President Obama thinks that the improving economy will win him a second term, the New York Times reports today. Whatever he’s drinking, order me a double. His poll numbers look a little better because the Republicans have spent the past several months in a fratricidal bloodbath. Fortunately, the memory of the American electorate for such antics is short. Once we choose a candidate (and I am happy with Romney, Santorum, or Gingrich) and unite behind him, we will win, unless, of course, we find a way to sabotage ourselves.

People are hurting, and badly. The official unemployment rate may have fallen, slightly, but the real unemployment rate — the number of working-age Americans who aren’t working — rose from about 12% before the 2008 crisis, to about 23%, and hasn’t come down. That includes people who have retired early because they can’t find work, spouses who used to earn a second income but have gone back to homemaking because work isn’t available, self-employed people whose businesses have collapsed, young people who live in their parents’ basement because they can’t afford tuition and can’t find work. The chart below, courtesy of the Shadow Government Statistics website, shows (in the blue line labelled “SGS alternative”) the way unemployment feels to Americans: one in four Americans who could be working, isn’t. That’s roughly twice the pre-recession level.

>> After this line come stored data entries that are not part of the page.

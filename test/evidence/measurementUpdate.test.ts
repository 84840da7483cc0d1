import { readFileSync } from 'node:fs';
import { describe, expect, it } from 'vitest';
import { readingLogSd } from '../../src/evidence/readingLikelihood.js';
import { InputError } from '../../src/scenario/inputError.js';
import { loadScenario } from '../../src/scenario/loadScenario.js';
import { updateScenarioWithEvidence } from '../../src/studies/measurementUpdate.js';
import { runCli } from '../cli/runCli.js';

const BASE = readFileSync(new URL('../../scenarios/braced-base-plate.yaml', import.meta.url), 'utf8');
const BOTTOM = '    bottom: {rotation: {dist: lognormal, mean: 1.2 MN m/rad, cov: 0.5}}   # four-bolt base plate';

function scenarioWith(evidence: string, bottom = BOTTOM): string {
  expect(BASE).toContain(BOTTOM);
  return BASE.replace(BOTTOM, bottom).replace('analysis:', `evidence:\n${evidence}\nanalysis:`);
}

function inputError(text: string): InputError {
  try {
    const s = loadScenario(text, 'measured.yaml');
    updateScenarioWithEvidence(s, 1, { warmup: 100, draws: 100 });
  } catch (e) {
    if (e instanceof InputError) return e;
    throw e;
  }
  throw new Error('no InputError');
}

const ROTATION_TEST = `  - {type: rotation_test, end: bottom, moment: 20 kN m, rotation: 12 mrad, measurement_cov: 0.1}`;

describe('a static rotation test updates the spring it measures', () => {
  // source: Gelman et al., Bayesian Data Analysis, 3rd ed., 2013, §2.5 (normal–normal conjugacy) on ln k:
  // prior ln k ~ N(λ0, ζ0²) (lognormal mean 1.2 MN m/rad, CoV 0.5; Melchers 1999 App. A), reading
  // ln θ = ln(M/k) + e, e ~ N(0, ζm²), ζm² = ln(1 + 0.1²)  ⇒  ln k | θ ~ N(λ1, ζ1²) exactly
  it('posterior of the base-plate stiffness against the closed form, within 4 Monte Carlo standard errors', () => {
    const s = loadScenario(scenarioWith(ROTATION_TEST), 'measured.yaml');
    const { scenario, summary } = updateScenarioWithEvidence(s, 20261202);
    expect(summary).not.toBeNull();
    const zeta0 = Math.sqrt(Math.log(1 + 0.25));
    const lambda0 = Math.log(1.2e6) - zeta0 * zeta0 / 2;
    const zm = readingLogSd(0.1);
    const lnObserved = Math.log(20e3 / 12e-3); // the k that the reading alone implies
    const zeta1 = 1 / Math.sqrt(1 / zeta0 ** 2 + 1 / zm ** 2);
    const lambda1 = zeta1 ** 2 * (lambda0 / zeta0 ** 2 + lnObserved / zm ** 2);
    const v = summary!.variables.find((r) => r.path === 'column.ends.bottom.rotation')!;
    // only the tested spring is informed; E and fy are correlated but do not enter θ = M/k
    expect(summary!.variables.map((r) => r.path)).toEqual(['column.ends.bottom.rotation']);
    expect(v.rhat).toBeLessThan(1.05);
    const se = zeta1 / Math.sqrt(v.ess);
    const fitted = v.fitted as { dist: string; mean: number; sd: number };
    expect(fitted.dist).toBe('lognormal');
    const fittedZeta = Math.sqrt(Math.log(1 + (fitted.sd / fitted.mean) ** 2));
    const fittedLambda = Math.log(fitted.mean) - fittedZeta ** 2 / 2;
    expect(Math.abs(fittedLambda - lambda1)).toBeLessThan(4 * se);
    expect(Math.abs(fittedZeta - zeta1)).toBeLessThan(4 * zeta1 / Math.sqrt(2 * v.ess));
    // the updated scenario carries the fitted spring and no measurements; the rest is untouched
    const k = scenario.column.ends.bottom;
    expect(k.type === 'rotation' && k.k.kind === 'random' ? k.k.spec : null).toEqual(v.fitted);
    expect(scenario.measurements).toBeUndefined();
    expect(scenario.column.material.fy).toEqual(s.column.material.fy);
    expect(scenario.correlation).toEqual(s.correlation);
  });

  it('is reproducible by seed', () => {
    // common practice: the same seed gives the same posterior
    const s = loadScenario(scenarioWith(ROTATION_TEST), 'measured.yaml');
    const a = updateScenarioWithEvidence(s, 5, { warmup: 300, draws: 300 }).summary!;
    const b = updateScenarioWithEvidence(s, 5, { warmup: 300, draws: 300 }).summary!;
    const c = updateScenarioWithEvidence(s, 6, { warmup: 300, draws: 300 }).summary!;
    expect(a.variables).toEqual(b.variables);
    expect(a.variables[0].posterior.mean).not.toBe(c.variables[0].posterior.mean);
  });
});

describe('a natural frequency updates the springs and the stiffness together', () => {
  it('informs E and both springs, carries their posterior correlation, and moves the model toward the reading', () => {
    // common practice: a frequency depends on EI and on both end springs, so the three are updated together and a
    // stiffer spring trades off against a lower E (negative posterior correlation)
    const text = scenarioWith(`  - {type: frequency, value: 14.2 Hz, axial_load: 250 kN, mass_per_length: 52 kg/m, measurement_cov: 0.01}`);
    const s = loadScenario(text, 'measured.yaml');
    const { summary } = updateScenarioWithEvidence(s, 3);
    const paths = summary!.variables.map((v) => v.path);
    expect(paths).toContain('column.material.E');
    expect(paths).toContain('column.ends.bottom.rotation');
    expect(paths).toContain('column.ends.top.rotation');
    expect(paths).not.toContain('column.imperfection.bow');
    const m = summary!.measurements[0];
    expect(Math.abs(m.predictedPosterior - 14.2)).toBeLessThan(Math.abs(m.predictedPrior - 14.2));
    const rho = summary!.correlations.find((c) => c.a === 'column.material.E' && c.b === 'column.ends.bottom.rotation');
    expect(rho?.rho).toBeLessThan(0);
  });
});

describe('bad measurements get one message naming the field', () => {
  // common practice: input errors name the field and say what was expected
  it.each([
    [`  - {type: rotation_test, end: bottom, moment: 20 kN m, rotation: 12 mrad, measurement_cov: 0.1}`, 'column:\n  length', /evidence\[0\]\.end.*pinned/, 'bottom: pinned'],
    [`  - {type: rotation_test, end: bottom, moment: 20 kN, rotation: 12 mrad, measurement_cov: 0.1}`, '', /evidence\[0\]\.moment/, ''],
    [`  - {type: rotation_test, end: bottom, moment: 20 kN m, rotation: 12 mrad, measurement_cov: 0}`, '', /evidence\[0\]\.measurement_cov.*greater than 0/, ''],
    [`  - {type: frequency, value: 4 Hz, axial_load: 250 kN, measurement_cov: 0.02}`, '', /evidence\[0\]\.mass_per_length.*missing/, ''],
    [`  - {type: frequencies, value: 4 Hz}`, '', /evidence\[0\].*unknown evidence type 'frequencies'.*frequency/, ''],
    [`  - {type: frequency, value: -4 Hz, axial_load: 250 kN, mass_per_length: 52 kg/m, measurement_cov: 0.02}`, '', /evidence\[0\]\.value.*greater than zero/, ''],
  ])('%s', (item, _unused, message, bottom) => {
    const text = scenarioWith(item, bottom ? `    ${bottom}` : BOTTOM);
    expect(inputError(text).describe()).toMatch(message);
  });

  it('a test of a spring that is not random informs nothing', () => {
    const text = scenarioWith(ROTATION_TEST, '    bottom: {rotation: 1.2 MN m/rad}');
    expect(inputError(text).describe()).toMatch(/evidence\[0\].*informs no random variable/);
  });

  it('readings no prior draw can explain are refused', () => {
    // a frequency far above anything the column can reach (upper bound: fixed ends, no load)
    const text = scenarioWith(`  - {type: frequency, value: 400 Hz, axial_load: 0 kN, mass_per_length: 52 kg/m, measurement_cov: 0.001}`);
    expect(inputError(text).describe()).toMatch(/evidence\[0\]\.value.*400\.0 Hz.*conflict/);
  });

  it('assess --json carries evidence_update with β before and after and the diagnostics', async () => {
    // common practice: the demo scenario's chains converge (Gelman et al. 2013 §11.4: R̂ < 1.1)
    const r = await runCli(['assess', 'scenarios/measured-shed-column.yaml', '--methods', 'form', '--no-studies', '--json']);
    expect(r.status).toBe(0);
    const json = JSON.parse(r.stdout) as { evidence_update: { beta_prior: number; beta_posterior: number; diagnostics: { converged: boolean; max_rhat: number }; variables: { variable: string }[] } };
    expect(json.evidence_update.diagnostics.converged).toBe(true);
    expect(json.evidence_update.diagnostics.max_rhat).toBeLessThan(1.1);
    expect(Number.isFinite(json.evidence_update.beta_prior)).toBe(true);
    expect(json.evidence_update.beta_posterior).not.toBe(json.evidence_update.beta_prior);
    expect(json.evidence_update.variables.map((v) => v.variable)).toContain('column.ends.top.rotation');
  });
});

describe('a rotation test of an end given as a fixity factor', () => {
  it('updates the fixity factor as a beta on [0, 1] and moves it toward the reading', () => {
    // common practice: k = R·EI/L with R = 3X/(1 − X) (docs/scenario-format.md); the reading implies X_read, and the
    // posterior mean must lie between the prior mean and X_read, inside [0, 1]
    const text = scenarioWith(ROTATION_TEST, '    bottom: {fixity: {dist: beta, min: 0, max: 1, mean: 0.3, sd: 0.15}}');
    const s = loadScenario(text, 'measured.yaml');
    const { scenario, summary } = updateScenarioWithEvidence(s, 9);
    const v = summary!.variables.find((r) => r.path === 'column.ends.bottom.fixity')!;
    expect(v.fitted.dist).toBe('beta');
    const EI = 200e9 * 15.4e-6;
    const R = (20e3 / 12e-3) * 5.6 / EI;
    const xRead = R / (R + 3);
    expect(v.posterior.mean).toBeGreaterThan(Math.min(0.3, xRead));
    expect(v.posterior.mean).toBeLessThan(Math.max(0.3, xRead));
    expect(v.posterior.q05).toBeGreaterThanOrEqual(0);
    expect(v.posterior.q95).toBeLessThan(1);
    expect(scenario.sources?.['column.ends.bottom.fixity']).toMatch(/updated by the measurements evidence\[0\]/);
  });
});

Another way to gauge the pain factor is the so-called Civilian Employment-Population Ratio. Prior to the recession, nearly 65 percent of working-age Americans (not in the military or in prison) had jobs. Now it’s down to 58%. The difference is 16 million people who should be working, but aren’t — about the same as the entire working-age population of Australia. The slight increase in employment during the past few months barely tracks the natural increase in population.